The CMS has implemented three key pay-for-performance programs to drive QI in hospitals, known as the Hospital Value-Based Purchasing (HVBP) program, the Hospital Readmissions Reduction Program (HRRP), and the Hospital-Acquired Conditions (HAC) reduction program. These programs apply to acute care hospitals and do not affect critical access hospitals. The quality measures included in these programs are a subset of the (currently 55) measures required by the IQR pay-for-reporting program.

The HVBP program is designed to reward hospitals that perform well on a set of quality measures, compared with all other reporting hospitals, and that improve over time, compared with their own baseline data. Hospitals that don't meet the CMS national benchmark (being equal to the mean of the top decile for each measure) or that don't improve over time are penalized. Because the program is “budget neutral,” no Medicare funds beyond those already budgeted are spent. Every year the CMS withholds a percentage of each hospital's Medicare payment until the performance data have been submitted and evaluated. The CMS determines the total amount of a hospital's Medicare payment according to the diagnosis-related group (DRG) classification system. Payments for treatments in each DRG—the base operating DRG payment—are standardized across U.S. hospitals, with some variation for geographic location and other factors. In fiscal year 2013, the first year of the program, 1% of base payments were withheld; in fiscal year 2014, 1.25% were withheld. The withheld amount increases by 0.25% each year until it reaches a maximum of 2% in 2017.

The HVBP program uses payment incentives to reward top-performing hospitals that provide high-quality care; poor quality of care results in financial penalties.
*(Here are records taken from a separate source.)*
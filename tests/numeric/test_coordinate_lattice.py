"""Rounded coordinates are found, with their step, and unrounded ones raise no alarm."""

import itertools

import numpy as np
import pytest
from steadfield.algorithms.numeric.coordinate_lattice import find_lattice, resolution

COUNT = 3000


@pytest.fixture
def places():
    rng = np.random.default_rng(17)
    centres = rng.uniform(0, 20_000, size=(30, 2))
    places = centres[rng.integers(0, 30, COUNT)] + rng.normal(0, 700.0, size=(COUNT, 2))
    return np.round(places + np.array([3_840_000, 3_560_000]), 2)


@pytest.mark.parametrize(
    ("step", "share"),
    # A step that is no round number is known only by its commonest gap, so not of a few records.
    [*itertools.product([5.0, 10.0, 30.0, 100.0, 250.0, 1000.0], [1.0, 0.1, 0.03]), (92.5, 1.0)],
)
def test_rounding_of_a_share_of_the_records_is_found_with_its_step(places, step, share):
    rng = np.random.default_rng(5)
    rounded = rng.uniform(size=COUNT) < share
    offset = np.array([0.3, 0.0]) * step
    places[rounded] = np.round(places[rounded] / step) * step + offset
    lattice = find_lattice(*places.T, least_step=5.0)
    assert lattice.step == pytest.approx(step, rel=1e-6)
    assert np.array_equal(lattice.on, rounded)
    for found, value in zip((lattice.offset_x, lattice.offset_y), places[rounded][0]):
        assert abs((value - found + step / 2) % step - step / 2) < 1e-3


@pytest.mark.parametrize("step", [5.0, 10.0, 25.0, 250.0, 1000.0])
def test_coordinates_that_are_all_multiples_of_a_step_are_found(places, step):
    places = np.round(places / step) * step
    lattice = find_lattice(*places.T, least_step=5.0)
    assert lattice.step == pytest.approx(step)
    assert lattice.on.all()
    assert (lattice.offset_x, lattice.offset_y) == (0.0, 0.0)


@pytest.mark.parametrize("stored", [0.0, 0.01, 1.0])
def test_places_stored_finely_are_on_no_lattice(stored):
    for seed in range(8):
        rng = np.random.default_rng(seed)
        places = rng.uniform(0, 8000, size=(1500, 2)) + 1e6
        if stored:
            places = np.round(places / stored) * stored
        assert find_lattice(*places.T, least_step=5.0) is None


def test_rounding_coarser_than_a_coarse_resolution_is_found():
    rng = np.random.default_rng(2)
    places = np.round(rng.uniform(0, 30_000, size=(4000, 2)))
    rounded = rng.uniform(size=4000) < 0.15
    places[rounded] = 100 * np.round(places[rounded] / 100)
    lattice = find_lattice(*places.T, least_step=5.0)
    assert lattice.step == 100.0
    # Whole metres lie on a lattice of 100 m by chance once in 10,000 places.
    assert np.count_nonzero(lattice.on ^ rounded) <= 4


def test_rounded_degrees_are_found():
    rng = np.random.default_rng(3)
    degrees = rng.uniform((7.0, 53.0), (7.4, 53.3), size=(2000, 2))
    degrees[:200] = np.round(degrees[:200], 3)
    lattice = find_lattice(*degrees.T, least_step=5 / 111_000)
    assert lattice.step == pytest.approx(0.001, rel=1e-6)
    assert np.array_equal(np.flatnonzero(lattice.on), np.arange(200))


def test_people_at_one_address_are_no_lattice():
    # Fifty flats with forty people each: many equal coordinates, but few distinct places.
    rng = np.random.default_rng(6)
    doors = np.round(rng.uniform(0, 5000, size=(50, 2)), 2)
    crowd = np.repeat(doors, 40, axis=0)
    assert find_lattice(*crowd.T, least_step=5.0) is None


def test_too_few_places_say_nothing():
    assert find_lattice(np.arange(5) * 100.0, np.arange(5) * 100.0, least_step=5.0) is None


@pytest.mark.parametrize("step", [0.01, 0.5, 1.0, 20.0, 1000.0])
def test_resolution_is_the_step_of_the_stored_digits(step):
    rng = np.random.default_rng(9)
    x, y = np.round(rng.uniform(0, 1e6, size=(2, 400)) / step) * step
    assert resolution(x, y) == pytest.approx(step)


def test_resolution_of_unrounded_numbers_is_zero():
    x, y = np.random.default_rng(9).uniform(0, 1e6, size=(2, 400))
    assert resolution(x, y) == 0.0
The dollars withheld are redistributed to hospitals based on their total performance scores on all measures as compared with all other hospitals. Any withheld amount can be earned back, depending on a hospital's performance, and the best performers may earn back a greater percentage than was withheld for the year, while poor performers may be penalized up to the entire 1%. Each year, new measures may be added to the HVBP program and others deleted. More detailed information on the program will be included in upcoming columns.

The HRRP retroactively evaluates and compares hospitals using three years of data on 30-day all-cause readmissions in three disease processes: acute myocardial infarction, heart failure, and pneumonia. In fiscal year 2013, the penalty was 1% of base operating DRG payments (as in the HVBP program); the penalty will increase to 2% in fiscal year 2014 and to a maximum of 3% in 2015 and beyond. As part of the proposed regulations for 2014, additional disease processes or diagnoses will be added to this list in 2015, including chronic obstructive pulmonary disease, elective total hip arthroplasty, and elective total knee arthroplasty.2

The HAC reduction program will begin in 2015. Hospitals that score in the top quartile of hospital-acquired conditions will be penalized 1% of their base operating DRG payments. This penalty will be applied after adjustments are made for the HVBP program and the HRRP; in fiscal year 2015 (beginning Oct 1, 2014), a hospital that performs poorly according to the criteria of all three programs could be penalized as much as 5.5% of total Medicare payments. The proposed evaluation method includes two medical complication domains that will be combined for a total score. Domain 1 includes the AHRQ's Patient Safety Indicators 90, a composite of the rates of eight patient safety indicators: pressure ulcers, central venous catheter–related bloodstream infections, hip fractures, postoperative pulmonary embolism/deep vein thrombosis, sepsis, wound dehiscence, accidental puncture during surgery, and iatrogenic pneumothorax.2 Domain 2 includes the CDC's National Healthcare Safety Network measures for central line–associated bloodstream infection and catheter-associated urinary tract infection.2 These are reported as standardized infection ratios. It has also been proposed that more hospital-acquired conditions be added to Domain 2 in 2016 and 2017. This penalty has been capped at 1% for the following years.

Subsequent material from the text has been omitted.